The UK jobs market has shown signs it may be turning a corner as official data said there was an increase in the number of payrolled employees in August.
There were 10,000 more payrolled employees in August, an upward revision from an estimate showing a drop of 8,000, fresh figures suggest.
But an initial estimate by the Office for National Statistics (ONS) suggested some 10,000 jobs were lost in September, suggesting the concerning trend across the jobs market is set to persist.
The unemployment rate held at 4.7 per cent despite the drop in the numbers of people on the payroll while the inactivity rate was 21 per cent, “largely unchanged” on the previous quarter but below levels seen a year ago.
“After a long period of weak hiring activity, there are signs that the falls we have seen in both payroll numbers and vacancies are now levelling off,” said Liz McKeown, director of economic statistics at the ONS.
“We see different patterns across the age ranges with record numbers of over 65s in work, which the increase in unemployment was driven mostly by younger people.”

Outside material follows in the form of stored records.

"""Looking inside a trained model: what it is, how it was trained, and where its features look.

The pieces behind ``patchwood inspect MODEL.npz``:

- :func:`model_report` gathers the facts a person checks first (window, mode, trees, depth, features
  used, early-exit statistics, training metadata) into one JSON-ready dict; :func:`report_lines`
  turns it into text.
- :func:`model_importances` gives each feature of the model one importance: the summed impurity
  decrease the model file stores (information gain for bagged trees, squared-error decrease for
  boosted ones; see :class:`detector.forest.FlatForest`), or, for a file without it, the number of
  real splits on the feature. :func:`top_features` ranks them.
- :func:`importance_heat_map` spreads every feature's importance over the pixels of its rectangles:
  a rectangle ``(x, y, w, h, weight)`` of a feature with importance ``I`` adds
  ``|weight| * I / (w * h)`` to each of its ``w * h`` pixels, so the map sums to
  ``sum over features of I * sum(|weight|)`` and shows where in the window the decisions come from.
- :func:`heat_map_panel` and :func:`feature_panel` draw the window itself, pixel-exact and enlarged
  by nearest-neighbour repetition; :func:`render_heat_map` and :func:`render_top_features` put
  titles, a colour bar or a legend around them (matplotlib, Agg canvas, no display needed) and
  return RGB ``uint8`` pictures; :func:`write_png` saves one atomically.

The rectangles are drawn in the project's own two colours from the colour-blind-safe set of
Okabe & Ito (2008, "Color Universal Design"): blue for positive weights, orange for negative ones,
each also marked with a ``+`` or ``-`` sign. The heat map uses matplotlib's perceptually uniform
``inferno`` colour map on a square-root scale (dark: no feature looks here; bright: the most
important pixels), so that a few small features, whose importance is concentrated on few pixels,
do not wash out the rest.
"""

from __future__ import annotations

from typing import Sequence
from typing import TYPE_CHECKING

if TYPE_CHECKING:
    from numpy.typing import ArrayLike
    from detector.model import Model

import math
import os

import numpy as np

from detector._validation import check_int, finite_or_none, json_safe
from detector.errors import InputError
from detector.reporting import drawing
from detector.model import describe, edge_strength_note, exit_budget_of

__all__ = [
    "HEAT_COLOUR_MAP",
    "HEAT_GAMMA",
    "NEGATIVE_RGB",
    "POSITIVE_RGB",
    "display_scale",
    "feature_panel",
    "heat_map_panel",
    "importance_heat_map",
    "mean_object_patch",
    "model_importances",
    "model_report",
    "render_heat_map",
    "render_top_features",
    "report_lines",
    "top_features",
    "write_png",
]
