def _brute_force_root(Xb, weight, target, criterion):
    """Largest weighted impurity decrease over every feature and every cut between non-empty
    bins, written directly from the definitions (weighted variance; entropy in bits)."""
    keep = weight > 0
    Xb, w, t = Xb[keep], weight[keep], target[keep]

    def impurity(m):
        W = w[m].sum()
        mean = (w[m] * t[m]).sum() / W
        if criterion == K.SQUARED_ERROR:
            return (w[m] * (t[m] - mean) ** 2).sum() / W
        p = np.array([mean, 1 - mean])
        p = p[p > 0]
        return -(p * np.log2(p)).sum()

    every = np.ones(len(w), bool)
    parent = impurity(every) * w.sum()
    best = -np.inf
    for f in range(Xb.shape[1]):
        for k in np.unique(Xb[:, f])[:-1]:
            left = Xb[:, f] <= k
            best = max(best, parent - impurity(left) * w[left].sum() - impurity(~left) * w[~left].sum())
    return best


@settings(max_examples=40, deadline=None)
@given(seed=st.integers(0, 2**32 - 1), n=st.integers(2, 60), f=st.integers(1, 6),
       n_bins=st.integers(1, 8), depth=st.integers(1, 3), criterion=st.sampled_from([0, 1]),
       fpn=st.integers(1, 6), zero_weights=st.booleans())
def test_compiled_grower_equals_its_numpy_twin(seed, n, f, n_bins, depth, criterion, fpn, zero_weights):
    """Few bins and small nodes make ties and constant features common: the compiled loops and the
    numpy twin must still take the same decisions, bit for bit."""
    rng = np.random.default_rng(seed)
    bins = rng.integers(0, n_bins, (f, n)).astype(np.uint8) * np.uint8(255 // max(1, n_bins - 1))
    if criterion == K.ENTROPY:
        weight = rng.integers(0 if zero_weights else 1, 4, n).astype(np.float64)
        target = rng.integers(0, 2, n).astype(np.float64)
    else:
        weight = rng.exponential(size=n) * (rng.random(n) > 0.3 if zero_weights else 1)
        target = rng.choice([-1.0, 1.0], n)
    if not (weight > 0).any():
        weight[0] = 1.0
    kw = dict(criterion=criterion, depth=depth, features_per_node=min(fpn, f))
    a = grow_histogram_tree(bins, weight, target, rng=np.random.default_rng(seed), kernels=COMPILED, **kw)
    b = grow_histogram_tree(bins, weight, target, rng=np.random.default_rng(seed), kernels=NUMPY, **kw)
    with ThreadPoolExecutor(2) as pool:  # candidates in runs on threads: the same tree
        c = grow_histogram_tree(bins, weight, target, rng=np.random.default_rng(seed), executor=pool,
                                parts=3, **kw)
    for other in (b, c):
        for x, z in zip(a[:4] + a[5:], other[:4] + other[5:]):
            np.testing.assert_array_equal(x, z)
        assert a[4] == other[4]
    # the leaves the grower reports are the ones the flat tree sends its samples to (by value:
    # below a leaf above the last level all leaves are equal)
    weighted = weight > 0
    flat = FlatForest("bagged", a[0][None], a[1][None], a[2][None], a[3][None])
    reached = forest_leaves(flat, bins.T)[:, 0]
    np.testing.assert_array_equal(a[2][a[5][weighted]], a[2][reached[weighted]])
    assert (a[5][~weighted] == -1).all()
    # with every feature a candidate, the root's split is the best one there is
    if a[3][0] and fpn >= f:
        gain = a[4][0][1]
        assert gain == pytest.approx(_brute_force_root(bins.T, weight, target, criterion), rel=1e-9, abs=1e-12)
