- ``offsets`` int64 ``(F, K)``: for every used feature, the flat offsets (relative to the window's
  top-left corner) of the integral-image corners its rectangles need, corners shared by touching
  rectangles merged; ``counts[f]`` of them are used.
- ``weights`` float64 ``(F, K)``: the weight of each corner's integral value, so that
  ``value = (sum_k weights[f, k] * ii[base + offsets[f, k]] - consts[f] * mean) / sigma``.
- ``consts`` float64 ``(F,)``: the weight of the window mean.
- ``relative`` float64 ``(F,)``: 1.0 for a feature divided by the window's standard deviation, 0.0
  for an edge-strength feature, whose value is the corner sum alone
  (:func:`detector.scan.relative_features`); a tree picks its nodes' scale arrays once, so the
  window loops test nothing.
- ``win`` int64 ``(4,)``: the window's four corner offsets; ``inv_area`` its 1 / pixel count.

The loop runs breadth-first over a chunk of windows: first the mean, standard deviation and
contrast gate of every window of successive rows, until ``CHUNK`` windows have passed the gate,
then tree after tree over the windows of the chunk still alive, keeping a list of their indices
(packed after each tree; the windows' own data stays where it is). Windows are independent, so the
processor overlaps their work. Chunks of several rows rather than one row, and an index list
rather than moving six arrays after every tree, made the demo model's scan 1.09-1.13x faster on
the demo test split and the default model's 1.05-1.08x on the benchmark frame (two runs of each,
same scores). A tree of depth 2 goes in three passes without an unpredictable jump in them: the root
feature for every window, which writes each window's index to the left or the right list (both
writes happen, one counter moves); then the left child's feature over the left list and the right
child's over the right list. Two features per window instead of the three a branch-free pass would
compute: 1.11 to 1.15 times faster on the benchmark frame (``benchmarks/scan.py``'s frame, default
and demo models, same scores).

Split tests compare float64 values against ``split_bounds`` (see :func:`detector.scan.split_bounds`):
``v > bound`` is exactly ``float32(v) > threshold``, the test training used on its float32 features.
"""

from __future__ import annotations

from detector._jit import kernel
import numpy as np

from detector.geometry import _nms_numba


#: Windows (at least) gathered from successive rows before the trees run over them.
CHUNK = 1024


@kernel(cache=True, nogil=True, inline="always")
def _corner_sum(ii, base, offsets, weights, count, f):
    acc = 0.0
    for k in range(count):
        acc += weights[f, k] * ii[base + offsets[f, k]]
    return acc


@kernel(cache=True, nogil=True, inline="always")
def _gather_row(ii, sq, row, xs, y, w0, w1, w2, w3, inv_area, sigma_floor, min_var, normalize, n,
                base, mean, inv_sigma, score, xpos, ypos, alive):
    """Append the windows of one row that pass the contrast gate, with their mean and 1 / sigma;
    return the new count."""
    for i in range(xs.shape[0]):
        b = row + xs[i]
        m = (ii[b + w3] - ii[b + w1] - ii[b + w2] + ii[b + w0]) * inv_area
        inv = 1.0
        if normalize:
            var = (sq[b + w3] - sq[b + w1] - sq[b + w2] + sq[b + w0]) * inv_area - m * m
            if var < min_var:
                continue
            sigma = np.sqrt(var) if var > 0.0 else 0.0
            if sigma < sigma_floor:
                sigma = sigma_floor
            inv = 1.0 / sigma
        base[n] = b
        mean[n] = m
        inv_sigma[n] = inv
        score[n] = 0.0
        xpos[n] = xs[i]
        ypos[n] = y
        alive[n] = n
        n += 1
    return n
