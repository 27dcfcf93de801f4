"""The uncertainty table: group the tidy results table and assess every group at once.

Groups are (point, quantity, coord): one per scalar quantity of each parameter point and one per
station of each profile. Rows with ``status == done`` only. Levels are pivoted into
``(n_groups, n_levels)`` arrays bucketed by their number of levels, and each bucket goes through
the vectorised functions of ``richardson`` and ``leastsquares`` in one call.
"""

from __future__ import annotations

import math
from collections.abc import Mapping, Sequence
from dataclasses import dataclass, replace
from typing import Any

import numpy as np
import pandas as pd

from ..collect.columns import CASE_COLUMNS, RESULT_TAIL
from ..errors import AnalysisError, InputError, Problem
from . import verdict as vd
from .iterative import NEGLIGIBLE, iterative_negligible, monitor_error
from .leastsquares import least_squares_uncertainty
from .richardson import (
    DEFAULT_RTOL,
    FS_THREE_LEVEL,
    FS_TWO_LEVEL,
    asymptotic_ratio,
    gci_relative,
    noise_threshold,
    three_level,
    two_level,
)
from .sizes import representative_size

COLUMNS = [
    "point", "quantity", "coord", "levels", "h_fine", "value_fine", "order", "extrapolated", "e_a", "e_ext",
    "gci_fine", "gci_medium", "asymptotic_ratio", "convergence", "R", "method", "U", "u_num",
    "iterative_error", "iterative_ok", "verdict", "reason",
]
TIDY = {*CASE_COLUMNS, *RESULT_TAIL, "row"}

# Divisor from the expanded uncertainty U (GCI-like, Fs = 1.25) to a standard uncertainty u_num.
# From memory: ASME V&V 20-2009 (section 2-4) regards the GCI with Fs = 1.25 as roughly 95 %
# coverage and suggests u_num = U / 1.15 (not checked against the standard). With Fs = 3 the
# same divisor is used, which is conservative. Override with ``coverage=``.
COVERAGE = 1.15


@dataclass(frozen=True)
class Settings:
    """Knobs of the assessment; defaults are the published ones where there is one."""

    formal_order: float = 2.0
    fs: float = FS_THREE_LEVEL
    fs_two: float = FS_TWO_LEVEL
    coverage: float = COVERAGE
    order_tolerance: float = vd.ORDER_TOLERANCE
    negligible: float = NEGLIGIBLE
    rtol: float = DEFAULT_RTOL
    weighted: bool = False  # least squares: also try the weighted fits (Eca & Hoekstra 2014)
    # iterative error from the last ``window`` iterations of a monitored history; None: the
    # default rule of ``iterative.monitor_error`` (last 10 %, at least 5)
    window: int | None = None


def _problems_frame_to_error(problems: list[Problem], source: str) -> AnalysisError:
    err = AnalysisError("\n".join([f"{source}: the data cannot be assessed:"] + [f"  - {p}" for p in problems]))
    err.problems = problems  # type: ignore[attr-defined]
    return err


def _row_label(df: pd.DataFrame) -> pd.Series:
    if "row" in df.columns:
        return df["row"].astype(str)
    return "row " + df.index.astype(str).to_series(index=df.index)
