TEST_CASE("debrief: the final lineage's actions with their authors, the ack, trainee and note", "[debrief]") {
  const json x = exercise_json();
  const Exercise ex = exercise_of(x);
  const Plan p{ex.system.def().step_s};
  JournalFile f(journal_lines(p, x, "Ilse Varrow", "west desk hesitated"));
  const json d = debrief_of(f.path);

  CHECK(d["run"] == kRun);
  CHECK(d["status"]["complete"] == false);
  CHECK(d["status"]["why"] == "ended by the instructor");
  CHECK(d["status"]["end_s"].get<double>() == Approx(30.0));
  // Actions and script firings on the final lineage: the west desk's load drop was rewound away.
  std::vector<std::tuple<std::string, std::string, double>> acted;
  bool rewind = false, acked = false;
  for (const json& e : d["timeline"]) {
    if (e["kind"] == "action" || e["kind"] == "script") acted.emplace_back(e["kind"], e["by"], e["t_s"].get<double>());
    if (e["kind"] == "rewind") rewind = e["by"] == "instructor" && e["t_s"].get<double>() == Approx(25.0);
    if (e["kind"] == "alarm acknowledged")
      acked = e["by"] == "east-desk" && e["marker"] == "A" + std::to_string(kTripAlarm) &&
              e["t_s"].get<double>() == Approx(7.0);
  }
  REQUIRE(acted.size() == 3);
  CHECK(std::get<0>(acted[0]) == "script");
  CHECK(std::get<1>(acted[0]) == "script");
  CHECK(std::get<2>(acted[0]) == Approx(5.0));
  CHECK(std::get<1>(acted[1]) == "east-desk");
  CHECK(std::get<2>(acted[1]) == Approx(10.0));
  CHECK(std::get<1>(acted[2]) == "east-desk");
  CHECK(std::get<2>(acted[2]) == Approx(18.0));
  CHECK(rewind);
  CHECK(acked);
  // The trip's alarm, raised at 5 s: acknowledged 2 s later, the east desk's first action 5 s later.
  bool raised = false;
  for (const json& e : d["timeline"])
    if (e["kind"] == "alarm raised" && e["marker"] == "A" + std::to_string(kTripAlarm)) {
      CHECK(e["t_s"].get<double>() == Approx(5.0));
      raised = true;
      CHECK(e["to_ack_s"].get<double>() == Approx(7.0 - e["t_s"].get<double>()));
      CHECK(e["to_action_s"].get<double>() == Approx(10.0 - e["t_s"].get<double>()));
      CHECK(e["action_by"] == "east-desk");
    }
  CHECK(raised);
  CHECK(d["seats"][1]["id"] == "east-desk");
  CHECK(d["seats"][1]["trainee"] == "Ilse Varrow");
  CHECK(d["seats"][0]["trainee"] == "");
  REQUIRE(d["notes"].size() == 1);
  CHECK(d["notes"][0]["text"] == "west desk hesitated");
  CHECK(d["notes"][0]["t_s"].get<double>() == Approx(16.0));
  // The trip is a disturbance with its droop prediction.
  REQUIRE(d["disturbances"].size() >= 1);
  CHECK(d["disturbances"][0]["at_s"].get<double>() == Approx(5.0));

  SECTION("the scores equal an objective monitor fed directly over the final lineage") {
    const Direct direct = run_directly(ex, p);
    REQUIRE(d["scores"].size() == direct.scores.size());
    // Partial scores (not all full or none), so equal scores say something.
    CHECK(direct.scores.at(1).score > 0.0);
    CHECK(direct.scores.at(1).score < 100.0);
    for (std::size_t s = 0; s < direct.scores.size(); ++s) {
      CHECK(d["scores"][s]["seat"] == direct.scores[s].seat);
      CHECK(d["scores"][s]["score"].get<double>() == direct.scores[s].score);
      REQUIRE(d["scores"][s]["objectives"].size() == direct.scores[s].objectives.size());
      for (std::size_t o = 0; o < direct.scores[s].objectives.size(); ++o)
        CHECK(d["scores"][s]["objectives"][o]["score"].get<double>() == direct.scores[s].objectives[o].score);
    }
    // The charts follow the same lineage: the last sample is the state the direct run ended in.
    const json& series = d["series"];
    CHECK(series["t_s"].back().get<double>() == Approx(30.0));
    CHECK(series["west.f_hz"].back().get<double>() == direct.f_end_hz[0]);
    CHECK(series["east.f_hz"].back().get<double>() == direct.f_end_hz[1]);
  }

  SECTION("the records' trainee names and notes come over the journal's") {
    DebriefExtras extras;
    extras.trainees = {{"east-desk", "Oda Pemberley"}, {"west-desk", "Rafe Munro"}};
    extras.notes = {{std::nullopt, "instructor", "talked through the trip afterwards"}};
    const json e = debrief_of(f.path, extras);
    CHECK(e["seats"][0]["trainee"] == "Rafe Munro");
    CHECK(e["seats"][1]["trainee"] == "Oda Pemberley");
    REQUIRE(e["notes"].size() == 2);
    CHECK(e["notes"][1]["text"] == "talked through the trip afterwards");
    CHECK(e["notes"][1]["t_s"].is_null());
  }
}
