#include "droopline/sweep.hpp"

#include <algorithm>
#include <atomic>
#include <chrono>
#include <cmath>
#include <condition_variable>
#include <cstdio>
#include <mutex>
#include <random>
#include <set>
#include <span>
#include <thread>

#include "droopline/batch.hpp"
#include "droopline/engine.hpp"
#include "droopline/ensemble.hpp"
#include "droopline/format.hpp"
#include "droopline/recording.hpp"
#include "droopline/scenario_io.hpp"
#include "sweep_run.hpp"

namespace droopline::study {
namespace {

using json = nlohmann::ordered_json;

std::string join_ids(const json& arr) {
  std::string out;
  int n = 0;
  for (const auto& e : arr) {
    if (!e.is_object() || !e.contains("id") || !e["id"].is_string()) continue;
    if (n == 6) return out + ", ...";
    out += (n++ ? ", " : "") + e["id"].get<std::string>();
  }
  return out;
}

// FNV-1a, 64 bit: a stable fingerprint across machines and builds.
std::uint64_t fnv1a(std::uint64_t h, const std::string& s) {
  for (unsigned char c : s) {
    h ^= c;
    h *= 1099511628211ULL;
  }
  return h;
}

}  // namespace

namespace sweep_detail {

std::optional<CheckedSystem> member_system(const SweepSpec& spec, std::uint64_t index,
                                           const std::vector<std::uint64_t>& strides, SweepRow& row) {
  row.index = index;
  json doc = spec.scenario;
  for (std::size_t k = 0; k < spec.vary.size(); ++k) {
    const auto& v = spec.vary[k].values;
    const double value = v[(index / strides[k]) % v.size()];
    row.values.push_back(value);
    std::string err;
    set_path(doc, spec.vary[k].path, value, err);  // resolved on the base already
  }
  LoadResult loaded = parse_scenario(doc.dump());
  if (!loaded.system) {
    row.status = "invalid";
    for (const Issue& i : loaded.issues) {
      if (i.warning) continue;
      row.error += (row.error.empty() ? "" : "; ") + i.text();
    }
  }
  return std::move(loaded.system);
}

void Extremes::sample(const Engine& at) {
  for (std::uint32_t a = 0; a < at.def().areas.size(); ++a) {
    const AreaState s = at.area(AreaId{a});
    if (s.collapsed) continue;
    lowest = std::min(lowest, s.f_hz);
    highest = std::max(highest, s.f_hz);
  }
}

Overall labour market data will nevertheless add pressure on Chancellor Rachel Reeves ahead of the Budget given the jobs market has suffered from a year of turbulence since last year’s £20bn hike to employers’ national insurance contributions (NICs).
The retail and hospitality sectors have widely blamed the government for adding costs on businesses, with the incoming Employment Rights Bill threatening to have a “chilling” effect on employment in the UK.
The ONS also said on Tuesday wage growth excluding bonuses in the three months to August fell to 4.7 per cent.
Including bonuses, wage growth reached five per cent, which was 0.3 percentage points higher than economists polled by Bloomberg predicted.
Jobs market data to weigh on Bank decision
The figures are likely to leave Bank of England officials on edge given fears that “second round effects”, where high wage growth and inflation levels bump each other up, could make price growth harder to curb.
External member Catherine Mann said last week that the Bank should keep interest rates at a “restrictive” level in order to squeeze out inflation fears among the British public.
The comments suggest Mann is lobbying her colleagues to keep interest rates at four per cent at the November meeting, which remains on a knife-edge.
Economists believe Governor Andrew Bailey will be the deciding vote splitting hawks from doves, with the meeting in August having to go to a second vote after Alan Taylor initially voted for a 50 basis point cut.
Taylor argued that a severe weakening in the jobs market posed a threat to the UK economy and would weigh down on price growth.
Other policymakers have said high wage growth levels looked set to push up on wage growth and inflation expectations, which have remained elevated.